** Data for review follows **
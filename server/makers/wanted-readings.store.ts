import type { Knex } from 'knex';
import type { Feature } from '../../shared/contract/hardware.js';

/** A feature of a part and a joint that it is one side of; a feature of two joints comes twice. */
export interface JointFeatureRow extends Feature {
  readonly jointId: number;
  readonly jointSlug: string;
  readonly jointName: string;
}

export interface ReadingCount {
  readonly revisionId: number;
  readonly featureId: number;
  readonly dimension: string;
  readonly count: number;
}

export type WantedReadingsStore = typeof wantedReadingsStore;

/** Read model: which features of a part mate with others, and how often each of their dimensions was read. */
export const wantedReadingsStore = {
  async jointFeatures(db: Knex, partId: number): Promise<JointFeatureRow[]> {
    return db('features as f')
      .join('joints as j', (on) => on.on('j.feature_a', 'f.id').orOn('j.feature_b', 'f.id'))
      .where('f.part_id', partId)
      .orderBy(['f.name', 'f.id', 'j.name'])
      .select('f.id', 'f.slug', 'f.name', 'f.kind', {
        jointId: 'j.id',
        jointSlug: 'j.slug',
        jointName: 'j.name',
      });
  },

  async readingCounts(db: Knex, revisionIds: readonly number[]): Promise<ReadingCount[]> {
    return db('consensus')
      .whereIn('revision_id', revisionIds)
      .select('dimension', 'count', { revisionId: 'revision_id', featureId: 'feature_id' });
  },
};
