import { same } from './same.js';

/**
 * How a value is merged: whole; member by member; or item by item, each known by its key. Members that a record does not
 * name are merged whole, so that none is ever dropped.
 */
export type Shape =
  | { readonly kind: 'whole' }
  | { readonly kind: 'record'; readonly members: Readonly<Record<string, Shape>> }
  | { readonly kind: 'list'; readonly keyOf: (item: unknown) => string; readonly item: Shape };

const whole: Shape = { kind: 'whole' };
const record = (members: Readonly<Record<string, Shape>> = {}): Shape => ({ kind: 'record', members });
const list = (keyOf: (item: never) => string, item: Shape): Shape => ({
  kind: 'list',
  keyOf: keyOf as (item: unknown) => string,
  item,
});

const byKey = (item: { key: string }): string => item.key;
/** Items that say nothing but that they are there: symptoms, tools, revisions. */
const names = list((item: string | number) => String(item), whole);
const side = record({ revisions: list((mark: { revisionId: number }) => String(mark.revisionId), whole) });

/** A joint is known by the two parts that it is about; a reading is one statement and stays in one piece. */
export const editionShape: Shape = record({
  content: record({
    joints: list(
      (joint: { a: { partId: number | null }; b: { partId: number | null } }) =>
        `${joint.a.partId ?? 'none'}-${joint.b.partId ?? 'none'}`,
      record({ a: side, b: side }),
    ),
    symptoms: names,
    readings: list(byKey, whole),
    fixes: list(
      byKey,
      record({
        tools: names,
        materials: names,
        steps: list(byKey, record()),
        revisionIds: names,
        afterwards: names,
      }),
    ),
    photos: list(
      (photo: { photoId: number }) => String(photo.photoId),
      record({ callouts: list(byKey, whole) }),
    ),
  }),
});

/** The items of a list by their keys, in order; one that stands there again is counted, so that each has a key of its own. */
export function keyed(items: readonly unknown[], keyOf: (item: unknown) => string): Map<string, unknown> {
  const found = new Map<string, unknown>();
  for (const item of items) {
    const key = keyOf(item);
    let free = key;
    for (let times = 2; found.has(free); times++) free = `${key} ${times}`;
    found.set(free, item);
  }
  return found;
}

/** Whether two lists of keys have what they share in the same order. */
export function sameOrder(one: readonly string[], other: readonly string[]): boolean {
  const shared = one.filter((key) => other.includes(key));
  return same(
    shared,
    other.filter((key) => one.includes(key)),
  );
}
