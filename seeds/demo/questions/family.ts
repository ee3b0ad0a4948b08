/** Questions on one fit problem of the demo, and what others said to them. */
export interface QuestionFamily {
  /** Slug of the write-up on it; its parts, symptoms and readings are the questions'. */
  readonly writeUp: string;
  /** One question for each. */
  readonly titles: readonly string[];
  /** What is noticed; told in turn. */
  readonly notices: readonly string[];
  /** What has been tried already. */
  readonly tried: readonly string[];
  /** What was said of a fix, by its key. */
  readonly answers: Readonly<Record<string, string>>;
  /** Further replies: things asked back or warned of. */
  readonly asides: readonly string[];
}

export function family(writeUp: string, parts: Omit<QuestionFamily, 'writeUp'>): QuestionFamily {
  return { writeUp, ...parts };
}
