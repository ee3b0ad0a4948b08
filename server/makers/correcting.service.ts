import type { Knex } from 'knex';
import type { AnnounceRevision, WantedReadings } from '../../shared/contract/makers.js';
import type { Revision } from '../../shared/contract/hardware.js';
import type { AuditLog } from '../audit/audit.js';
import type { AnnouncingService } from '../hardware/announcing.service.js';
import type { HardwareService } from '../hardware/hardware.js';
import { isModerator, type MemberCaller } from '../http/caller.js';
import { FieldNotValid, NotAllowed } from '../http/problems.js';
import type { Happenings } from '../watches/happenings.js';
import type { WriteUpService } from '../write-ups/write-ups.js';
import type { Concerned, ConcernedWriteUp } from './concerned.js';
import { makerStore as makers } from './maker.store.js';
import { wantedReadingsOf, wantedSentence } from './wanted-readings.js';
import type { WantedReadingsStore } from './wanted-readings.store.js';

export interface CorrectingParts {
  readonly knex: Knex;
  readonly clock: () => Date;
  readonly concerned: Concerned;
  readonly hardware: HardwareService;
  readonly announcing: AnnouncingService;
  readonly writeUps: WriteUpService;
  readonly wanted: WantedReadingsStore;
  readonly audit: AuditLog;
  readonly happenings: Happenings;
}

export type CorrectingService = ReturnType<typeof createCorrectingService>;

/** How a maker corrects its part: announces a revision, asks owners to measure it, says what is made right by it. */
export function createCorrectingService(around: CorrectingParts) {
  const { knex, clock, concerned, hardware, announcing, writeUps, wanted, audit, happenings } = around;

  const bySpeaker =
    (accountId: number): Parameters<AnnouncingService['announce']>[3] =>
    (db, part) =>
      concerned.demandSpeaker(db, accountId, part.maker);

  const bySpeakerOrModerator =
    (caller: MemberCaller): Parameters<AnnouncingService['announce']>[3] =>
    async (db, part) => {
      if (!isModerator(caller)) await concerned.demandSpeaker(db, caller.accountId, part.maker);
    };

  return {
    /** Puts the revision into the catalogue as announced and tells who watches the part what to measure on it. */
    announce(caller: MemberCaller, slug: string, entry: AnnounceRevision): Promise<Revision> {
      return announcing.announce(
        caller.accountId,
        slug,
        entry,
        bySpeaker(caller.accountId),
        async (trx, part, revisionId) => {
          const features = await wanted.jointFeatures(trx, part.id);
          await happenings.add(trx, {
            kind: 'revision-announced',
            key: `revision-announced:${revisionId}`,
            title: `${part.maker.name} announced ${part.name} ${entry.label}`,
            text: [entry.whatChanges, wantedSentence(features)].filter(Boolean).join('\n\n'),
            path: `/parts/${part.slug}`,
            actorId: caller.accountId,
            about: { parts: [part.id], joints: [...new Set(features.map(({ jointId }) => jointId))] },
          });
        },
      );
    },

    changeAnnounced(caller: MemberCaller, id: number, entry: AnnounceRevision): Promise<Revision> {
      return announcing.change(caller.accountId, id, entry, bySpeakerOrModerator(caller));
    },

    /** From a day that has come: what is sold next year is still announced. */
    async sell(caller: MemberCaller, id: number, soldFrom: string): Promise<Revision> {
      if (soldFrom > clock().toISOString().slice(0, 10))
        throw new FieldNotValid('soldFrom', 'is still to come', 'Say so when it is sold.');
      return announcing.sell(caller.accountId, id, soldFrom, bySpeakerOrModerator(caller));
    },

    withdraw(caller: MemberCaller, id: number): Promise<void> {
      return announcing.withdraw(caller.accountId, id, bySpeakerOrModerator(caller));
    },

    /** Of each revision that was announced here: dimensions of the part's joints with few readings or none. */
    async wantedReadings(slug: string): Promise<WantedReadings[]> {
      const part = await hardware.partBySlug(slug);
      const asked = (await hardware.revisionsOfPart(part.id)).filter(
        (revision) => revision.announcedAt !== null,
      );
      if (asked.length === 0) return [];
      const [features, counts] = await Promise.all([
        wanted.jointFeatures(knex, part.id),
        wanted.readingCounts(
          knex,
          asked.map(({ id }) => id),
        ),
      ]);
      return asked.flatMap((revision) => wantedReadingsOf(revision, features, counts));
    },

    /** The maker says that its part is right from this revision on; the standing of the fixes follows at once. */
    async markMadeRight(
      caller: MemberCaller,
      slug: string,
      { revisionId, fixKeys }: { revisionId: number; fixKeys: readonly string[] | null },
    ): Promise<{ fixKeys: string[] }> {
      const writeUp = await concerned.writeUpAt(slug);
      const revision = (await hardware.revisionsByIds([revisionId])).get(revisionId);
      const part = revision && writeUp.parts.get(revision.partId);
      if (!part)
        throw new FieldNotValid(
          'revisionId',
          'is not a revision of one of the parts',
          'Choose a revision of your part of the joint.',
        );
      await concerned.demandSpeaker(knex, caller.accountId, part.maker);
      return knex.transaction(async (trx) => {
        const keys = await writeUps.setMadeRight(trx, writeUp.id, fixKeys, revision.id);
        const what = `${part.name} ${revision.label}`;
        await note(trx, caller.accountId, 'made-right', writeUp, { from: what, fixKeys: keys });
        await happenings.add(trx, {
          kind: 'made-right',
          key: `made-right:${writeUp.id}:${revision.id}:${clock().getTime()}`,
          title: `Made right from ${what} on: “${writeUp.content.title}”`,
          text: titlesOf(writeUp, keys).join('\n'),
          path: `/write-ups/${writeUp.slug}`,
          actorId: caller.accountId,
          about: { writeUps: [writeUp.id], parts: [part.id], revisions: [revision.id] },
        });
        return { fixKeys: keys };
      });
    },

    /** Whoever speaks for the maker whose revision it is, or a moderator. A fix that is not made right stays as it is. */
    async unmarkMadeRight(
      caller: MemberCaller,
      slug: string,
      fixKeys: readonly string[],
    ): Promise<{ fixKeys: string[] }> {
      const writeUp = await concerned.writeUpAt(slug);
      if (!isModerator(caller)) await demandOwnMarks(caller.accountId, writeUp, fixKeys);
      return knex.transaction(async (trx) => {
        const keys = await writeUps.setMadeRight(trx, writeUp.id, fixKeys, null);
        await note(trx, caller.accountId, 'made-right-taken-back', writeUp, { fixKeys: keys });
        return { fixKeys: keys };
      });
    },
  };

  async function demandOwnMarks(
    accountId: number,
    writeUp: ConcernedWriteUp,
    fixKeys: readonly string[],
  ): Promise<void> {
    const [known, spokenFor] = await Promise.all([
      writeUps.fixesOf(writeUp.id),
      makers.spokenFor(knex, accountId),
    ]);
    const partIds = fixKeys.flatMap((key) => known.get(key)?.madeRightFrom?.partId ?? []);
    const parts = await hardware.partsByIds(partIds);
    if ([...parts.values()].some(({ maker }) => !spokenFor.includes(maker.id)))
      throw new NotAllowed(
        'Another maker has said so of its part.',
        'Leave that fix out, or ask a moderator.',
      );
    if (
      partIds.length === 0 &&
      ![...writeUp.parts.values()].some(({ maker }) => spokenFor.includes(maker.id))
    )
      throw new NotAllowed('You speak for none of the makers of these parts.', 'Ask a moderator.');
  }

  async function note(
    trx: Knex,
    actorId: number,
    action: string,
    writeUp: ConcernedWriteUp,
    details: Record<string, unknown>,
  ): Promise<void> {
    const subject = { kind: 'write-up', id: writeUp.id, name: writeUp.content.title } as const;
    await audit.note(trx, { actorId, action, subject, details });
  }
}

function titlesOf(writeUp: ConcernedWriteUp, keys: readonly string[]): string[] {
  return writeUp.content.fixes.filter((fix) => keys.includes(fix.key)).map((fix) => fix.title);
}
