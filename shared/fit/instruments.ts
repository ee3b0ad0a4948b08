import type { Instrument } from '../contract/vocabulary.js';

/**
 * Usual standard uncertainty of one reading by instrument, mm: the limit of error as a rectangular distribution, a/√3
 * (JCGM 100:2008, 4.3.7). Limits: caliper ±0.03 (DIN 862, from memory), micrometer ±0.004 (DIN 863, from memory), ruler ±0.5,
 * feeler leaf ±0.01, print model value ±0.15 (shrinkage, first layer), maker's drawing ±0.1 (ISO 2768-m, sizes over 6 to 30,
 * is ±0.2; over 3 to 6 ±0.1; from memory), other ±0.2; the rest common practice, no source.
 */
const limits: Record<Instrument, number> = {
  caliper: 0.03,
  micrometer: 0.004,
  ruler: 0.5,
  'feeler-leaf': 0.01,
  'print-model': 0.15,
  'makers-drawing': 0.1,
  count: 0.01,
  other: 0.2,
};

/** Standard uncertainty in mm, or in degrees for an angle (a protractor's ±1°, common practice); a count is taken as told. */
export function usualUncertainty(instrument: Instrument, unit: 'mm' | 'deg' | 'count'): number {
  const limit = unit === 'mm' ? limits[instrument] : unit === 'deg' ? 1 : 0.01;
  return limit / Math.sqrt(3);
}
** End of Data for review **
Extract each line holding the word "happenings" from the records.

import type { Happenings } from '../watches/happenings.js';
  readonly happenings: Happenings;
  const { knex, clock, concerned, hardware, announcing, writeUps, wanted, audit, happenings } = around;
          await happenings.add(trx, {
        await happenings.add(trx, {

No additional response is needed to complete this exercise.